Hajós’ theorem for weighted coloring

In this section, we deal with simple (vertex-)weighted graphs. We denote by $$G=(V,E,w)$$ a vertex-weighted graph $$G = (V,E)$$ together with its function weight $$w: V \rightarrow \mathbb R ^+$$.

Notation 2.1

The infinity family of complete weighted graphs $$G=(V,E,w)$$ with order $$n = |V(G)|$$ and such that $$\sum _{v\in V} w(v) = k$$ is denoted by $$\mathcal K ^k_n$$.

Notation 2.2

Given a weighted graph $$G=(V,E,w)$$ and a proper coloring $$c$$ of $$G$$, we choose as the representative of the color $$i$$ in $$c$$, $$rep_c(i)$$, a unique vertex $$v \in V$$ satisfying the inequality $$w(v)\ge w(x)$$, for all $$x\in V$$ such that $$c(x)\ =\ c(v) =i$$.

Definition 2.1

Given weighted graphs $$G=(V,E,w)$$ and $$H=(V^{\prime },E^{\prime }, w^{\prime })$$, we say that $$H\subseteq G$$ ($$H$$ is a weighted subgraph of $$G$$) if $$V^{\prime }\subseteq V$$, $$E^{\prime }\subseteq E$$, and, for all $$v\in V^{\prime }$$, we have $$w^{\prime }(v)\ \le \ w(v)$$.

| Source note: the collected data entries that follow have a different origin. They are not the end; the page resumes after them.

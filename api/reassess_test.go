package api

import (
	"errors"
	"math"
	"net/http"
	"strings"
	"testing"

	"github.com/google/go-cmp/cmp"

	"ridgehop/internal/assess"
)

func TestReassessingWhereNothingHasChanged(t *testing.T) {
	contract, err := NewContract()
	if err != nil {
		t.Fatal(err)
	}
	h := service(t, nil)
	for name, link := range map[string]string{"a path": goodLink, "with a radio": radioLink} {
		t.Run(name, func(t *testing.T) {
			made := ask(h, http.MethodPost, "/v1/assessments", link)
			self := made.Header().Get("Location")
			for _, body := range []string{"", "{}", "not JSON"} { // none is needed, none refused
				again := ask(h, http.MethodPost, self+"/reassess", body)
				if again.Code != http.StatusCreated {
					t.Fatalf("got %d %s", again.Code, again.Body)
				}
				conforms(t, contract, "Reassessment", again.Body.Bytes())
				got := decoded[Reassessment](t, again.Body.Bytes())
				if selfLink(got.Before) != self || got.Assessment.Id != got.Before || len(got.Changes) != 0 || again.Header().Get("Location") != self {
					t.Errorf("got %s of %s, changes %v, at %s; want the same and none", got.Assessment.Id, got.Before, got.Changes, again.Header().Get("Location"))
				}
				if diff := cmp.Diff(got.Assessment, decoded[Assessment](t, made.Body.Bytes())); diff != "" {
					t.Errorf("the answer differs: %s", diff)
				}
			}
		})
	}
}

func TestReassessingSaysWhatHasChanged(t *testing.T) {
	contract, err := NewContract()
	if err != nil {
		t.Fatal(err)
	}
	kept := emptyMemory()
	made := ask(over(t, kept, hills{}), http.MethodPost, "/v1/assessments", goodLink)
	self := made.Header().Get("Location")
	h := over(t, kept, hills{version: "2", liftM: 30, void: true})
	again := ask(h, http.MethodPost, self+"/reassess", "")
	if again.Code != http.StatusCreated {
		t.Fatalf("got %d %s", again.Code, again.Body)
	}
	conforms(t, contract, "Reassessment", again.Body.Bytes())
	before, got := decoded[Assessment](t, made.Body.Bytes()), decoded[Reassessment](t, again.Body.Bytes())
	changed := map[string][2]any{}
	for _, c := range got.Changes {
		changed[c.Pointer] = [2]any{orNil(c.Before), orNil(c.After)}
	}
	want := map[string][2]any{
		"/ends/a/ground_m": {*before.Ends.A.GroundM, math.Round(1000*(*before.Ends.A.GroundM+30)) / 1000},
		"/ends/b/ground_m": {*before.Ends.B.GroundM, math.Round(1000*(*before.Ends.B.GroundM+30)) / 1000},
		"/terrain/rasters": {"hills 1", "hills 2"},
		// 9 of the 101 samples of the fake terrain are void.
		"/terrain/void_share": {0.0, 0.089109},
	}
	for pointer, values := range want {
		if diff := cmp.Diff(changed[pointer], values); diff != "" {
			t.Errorf("%s: %s", pointer, diff)
		}
	}
	for _, c := range got.Changes {
		if orNil(c.Before) == orNil(c.After) {
			t.Errorf("%s has not changed: %v", c.Pointer, orNil(c.Before))
		}
	}
	if _, same := changed["/terrain/vertical_datum"]; same {
		t.Error("the datum has not changed, and is listed")
	}
	if location := again.Header().Get("Location"); location == self || location != got.Assessment.Links.Self {
		t.Errorf("location: got %s, want the new assessment's, %s", location, got.Assessment.Links.Self)
	}
	if read := ask(h, http.MethodGet, got.Assessment.Links.Self, ""); read.Code != http.StatusOK || decoded[Assessment](t, read.Body.Bytes()).Stale != nil {
		t.Errorf("the new assessment: got %d %s", read.Code, read.Body)
	}
	if read := ask(h, http.MethodGet, self, ""); decoded[Assessment](t, read.Body.Bytes()).Verdict != before.Verdict {
		t.Error("the old assessment has changed")
	}
}

func TestReassessingProblems(t *testing.T) {
	kept := emptyMemory()
	self := ask(over(t, kept, hills{}), http.MethodPost, "/v1/assessments", goodLink).Header().Get("Location")
	unread := over(t, kept, hills{err: &assess.UnreadableError{Raster: "N01E001.hgt", Err: errors.New("cut short")}})
	if got := ask(unread, http.MethodPost, self+"/reassess", ""); got.Code != 503 || !strings.HasSuffix(problemIn(t, got).Type, "raster-unreadable") {
		t.Errorf("unreadable: got %d %s", got.Code, got.Body)
	}
	if got := ask(unread, http.MethodPost, "/v1/assessments/as_aaaaaaaaaaaaaaaaaaaaaaaaaa/reassess", ""); got.Code != 404 || problemIn(t, got).Title == "" {
		t.Errorf("unknown: got %d %s", got.Code, got.Body)
	}
}

// An answer of an earlier version has none of the figures that came since.
func TestChangesFromAnEarlierVersion(t *testing.T) {
	const before = `{"verdict":"clear","clearance":[{"met":true,"min_ratio":1.5},{"met":true,"min_ratio":2}],"raise":{"a_m":0,"b_m":0,"both_m":0},
		"ends":{"a":{"ground_m":1,"antenna_amsl_m":2},"b":{"ground_m":1,"antenna_amsl_m":2}},"terrain":{"rasters":[{"name":"a","version":"1"},{"name":"b","version":"2"}],"void_share":0}}`
	const after = `{"verdict":"marginal","confidence":0.5,"clearance":[{"met":true,"min_ratio":1.5}],"raise":{"a_m":null,"b_m":0,"both_m":0},
		"ends":{"a":{"ground_m":1,"antenna_amsl_m":2},"b":{"ground_m":1,"antenna_amsl_m":2}},"terrain":{"vertical_datum":"egm96","rasters":[{"name":"a","version":"1"}],"void_share":0}}`
	changes, err := changesBetween([]byte(before), []byte(after))
	if err != nil {
		t.Fatal(err)
	}
	var got []scalar
	for _, c := range changes {
		got = append(got, scalar{c.Pointer, orNil(c.Before)}, scalar{"", orNil(c.After)})
	}
	want := []scalar{
		{"/verdict", "clear"}, {"", "marginal"}, {"/confidence", nil}, {"", 0.5}, {"/raise/a_m", 0.0}, {"", nil},
		{"/terrain/rasters", "a 1, b 2"}, {"", "a 1"}, {"/terrain/vertical_datum", nil}, {"", "egm96"},
		{"/clearance/1/met", true}, {"", nil}, {"/clearance/1/min_ratio", 2.0}, {"", nil},
	}
	if diff := cmp.Diff(got, want, cmp.AllowUnexported(scalar{})); diff != "" {
		t.Error(diff)
	}
	if _, err := changesBetween([]byte(before), []byte("[")); err == nil {
		t.Error("a broken answer: got no error")
	}
}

Now, we redefine the Hajós’ construction to the weighted case:

Definition 2.2

The weighted$$k$$-constructible graphs are defined recursively as follows:

1. 1.

The graphs in $$\bigcup _{i\in \mathbb N } \mathcal K ^k_i$$ are weighted $$k$$-constructible.

2. 2.

Weighted Hajós’ Sum: If $$G_1$$ and $$G_2$$ are disjoint weighted $$k$$-constructible graphs, $$(a_1,b_1)$$ is an edge of $$G_1$$ and $$(a_2,b_2)$$ is an edge of $$G_2$$, then the graph $$G$$ obtained from $$G_1\cup G_2$$ by removing $$(a_1,b_1)$$ and $$(a_2,b_2)$$, identifying $$a_1$$ with $$a_2$$ into a vertex $$a_1 \circ a_2$$, doing $$w(a_1 \circ a_2) =$$ max $$\{w(a_1),w(a_2)\}$$, and adding the edge $$(b_1,b_2)$$ is a weighted $$k$$-constructible graph.

3. 3.

Weighted Identification: If $$a$$ and $$b$$ are two non-adjacent vertices of a weighted $$k$$-constructible $$G$$, then the graph that we obtain by the identification of two vertices $$a$$ and $$b$$ into a vertex $$a \circ b$$, doing $$w(a \circ b) =$$ max$$\{w(a),w(b)\}$$, is a weighted $$k$$-constructible graph.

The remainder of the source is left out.